§ Instructions to follow
Wherever the word "already" appears in the entries, copy the whole line.

Saved entries:
- Opening Delimiter -
class _LocalRun:
    """One pass over the plan's remaining runs: set up, loop, clean up, finish.

    ``stop_check``: a stopping rule asked before each run (`design.sequential`);
    ``host_check``: the new folder's host check, called once its sample is due;
    ``early_stop``: stop once the first runs of every cell failed the same way.
    """

    def __init__(self, folder, exp, planned, done, session, executor, progress, facts, prior,
                 stop_check, host_check, own_executor, early_stop):
        self.folder, self.exp, self.planned, self.done = folder, exp, planned, done
        self.session, self.executor, self.progress, self.facts = session, executor, progress, facts
        self.prior, self.stop_check, self.host_check = prior, stop_check, host_check
        self.own_executor = own_executor
        self.todo = [pr for pr in planned if int(pr["run"]) not in done]
        self.watch = None
        if early_stop:
            from benchharness.execute.early_stop import FirstRunsWatch

            self.watch = FirstRunsWatch(pr["levels"] for pr in self.todo)
        self.stopped_early = None
        self.interrupted = False
        self.disk_full = None
        self.stop_notes: list = []
        self.mirror = None
        self.shown: list = []   # finished runs whose progress waits for the next run's start
        self.host_due = getattr(host_check, "due", 0.0) if host_check is not None else 0.0
        self.pending_host = True

    # -- set up ----------------------------------------------------------------

    def _start(self) -> None:
        from benchharness.execute.cells import CellCache

        self.jr = J.Journal(self.folder)
        self.progress.start(len(self.planned), len(self.planned) - len(self.todo), self.folder)
        cells = CellCache(self.exp, self.session)
        self.quality = start_quality(self.exp, self.folder, cells, self.planned)
        if time.monotonic() >= self.host_due:
            self._host_warnings_now()
        for note in self.quality.notes:
            self.progress.note(note)
        self.quality.notes.clear()
        self.engine = RunEngine(self.exp, self.folder, self.session, self.executor, self.jr,
                                quality=self.quality, cells=cells, resumed=len(self.done),
                                note=self.progress.note)
        for r in self.prior:
            self.engine.count(r["status"])

    def _host_warnings_now(self) -> None:
        # host_check: the run's host check, due once its busy-process sample has
        # lasted long enough; runs may already have started (warn mode only).
        self.pending_host = False
        if self.host_check is not None:
            pid = self.executor.launcher_pid
            self.host_check([pid] if pid else [])
        if not self.done:  # a fresh folder: show the host warnings found at its start
            for w in self.facts.get("warnings") or []:
                if isinstance(w, dict) and w.get("severity") == "warning":
                    self.progress.note(f"warning: {w['message']}; fix: {w['fix']}")

    def _tick(self) -> None:
        if self.pending_host and time.monotonic() >= self.host_due:
            self._host_warnings_now()

    # -- the loop ----------------------------------------------------------------

    def execute(self) -> RunOutcome:
        self._start()
        try:
            self._loop()
            self.jr.clear_inflight()
        except KeyboardInterrupt:
            self.interrupted = True
            self.engine.stop_inflight()
            self.jr.clear_inflight()
        except ExecutionError as e:
            # The launcher died (killed, crashed): its run was stopped by the
            # executor where it could be identified; what finished is recorded.
            note = self.executor.stopped_runs
            raise ExecutionError(f"{e}{'; ' + note if note else ''}; the runs that finished "
                                 "are recorded: continue with `benchharness run --resume "
                                 f"{self.folder}`") from None
        except OSError as e:
            if not is_disk_full(e):
                raise
            self.disk_full = e  # said once the journal is closed; it holds whole lines
        finally:
            self._clean_up(failing=sys.exc_info()[0] is not None)
        return self._finish()

    def _loop(self) -> None:
        eng = self.engine
        collector.settle()   # the runs start: the collector back on, set-up's objects frozen
        memory_floor.record(self.session, self.executor.memory_floor)  # session.json
        if eng.can_queue(self.stop_check is not None):
            self.mirror = J.JournalMirror(self.jr.path, MIRROR_LIMIT, self.exp.factor_names,
                                          self.prior, memory_floor.floor_kib(self.session))
            self.stopped_early = eng.run_queued(self.todo, self.progress, self._tick,
                                                self.mirror, self.watch)
            self._stopping_rule_done()
            return
        for index, pr in enumerate(self.todo):
            self._tick()
            if self._stopping_rule_says(pr):
                return
            if self._one(pr, index):
                return
        self._stopping_rule_done()

    def _stopping_rule_says(self, pr) -> bool:
        if self.stop_check is None:
            return False
        why = self.stop_check.before_run(pr)
        if why:
            self.stop_notes.append(why)
        return bool(why)

    def _stopping_rule_done(self) -> None:
        if self.stop_check is not None and not self.stopped_early:
            final = self.stop_check.finish()
            if final:
                self.stop_notes.append(final)

    def _one(self, pr, index: int) -> bool:
        """Run one planned run through the engine; True when the run must stop early."""
        eng = self.engine
        c = eng.cells.get(pr["levels"])
        if self.shown and (c["build"] is not None or c["reset"] is not None):
            self._show_progress()
        nxt = self.todo[index + 1] if index + 1 < len(self.todo) else None
        rec = eng.run(pr, next_pr=nxt, during=self._show_progress)
        if self.watch is not None:
            self.stopped_early = self.watch.observe(rec)
        if eng.overlap:
            # shown while the next run executes: the bar is not on the path
            # from one run's end to the next one's start
            self.shown.append((rec, c["label"]))
        else:
            self.progress.advance(rec, c["label"])
        return bool(self.stopped_early)

    def _show_progress(self) -> None:
        while self.shown:
            rec, label = self.shown.pop(0)
            self.progress.advance(rec, label)

    # -- clean up and finish -------------------------------------------------------

    def _clean_up(self, failing: bool) -> None:
        if self.mirror is not None and failing:
            self.mirror.drop()  # an error is on its way out: no half runs.csv stays behind
        try:
            self._show_progress()
        except Exception:  # noqa: BLE001 - a display problem must not lose the journal
            pass
        if self.pending_host:  # fewer runs than the sample's interval: finish it now
            try:
                self._host_warnings_now()
            except Exception:  # noqa: BLE001 - host.json stays without warnings
                pass
        self.progress.stop()
        self.jr.close()
        try:
            self.quality.close()
        except OSError as e:
            if not is_disk_full(e) or failing:
                raise
            self.disk_full = self.disk_full or e
        if self.own_executor:
            try:
                self.executor.close()
            except Exception:  # noqa: BLE001 - the launcher may already be gone after ^C
                pass

    def _finish(self) -> RunOutcome:
        if self.disk_full is not None:
            if self.mirror is not None:
                self.mirror.drop()
            raise disk_full_error(self.folder, self.disk_full, len(self.planned))
        if self.stop_check is not None and self.stop_check.stopped:
            self.session["stopped"] = self.stop_check.stopped
        if self.stopped_early:
            self.session.setdefault("stopped_early", []).append(
                {"reason": self.stopped_early, "at": J.utc_iso()})
        known, csv_ready = self._mirrored_records()
        try:
            outcome = finalize(self.folder, self.exp, self.session, self.facts,
                               self.engine.counts, len(self.planned), self.interrupted,
                               quality=self.quality, records=known, runs_csv_written=csv_ready,
                               state="stopped early" if self.stopped_early else None)
        except OSError as e:
            if not is_disk_full(e):
                raise
            raise disk_full_error(self.folder, e, len(self.planned)) from None
        outcome.notes.extend(self.stop_notes)
        outcome.stopped_early = self.stopped_early
        return outcome

    def _mirrored_records(self):
        """The journal's records kept while queued runs went, and whether runs.csv is written."""
        if self.mirror is None:
            return None, False
        known, csv_ready = None, False
        n = len(self.prior) + len(self.todo)
        if not self.interrupted and n <= MIRROR_LIMIT:
            new = self.mirror.verified()
            if new is not None and len(new) == len(self.todo):
                known = [*self.prior, *new]
                csv_ready = self.mirror.commit_csv(known)
        self.mirror.drop()
        return known, csv_ready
- Closing Delimiter -
§ Task output
        # lasted long enough; runs may already have started (warn mode only).
            except Exception:  # noqa: BLE001 - the launcher may already be gone after ^C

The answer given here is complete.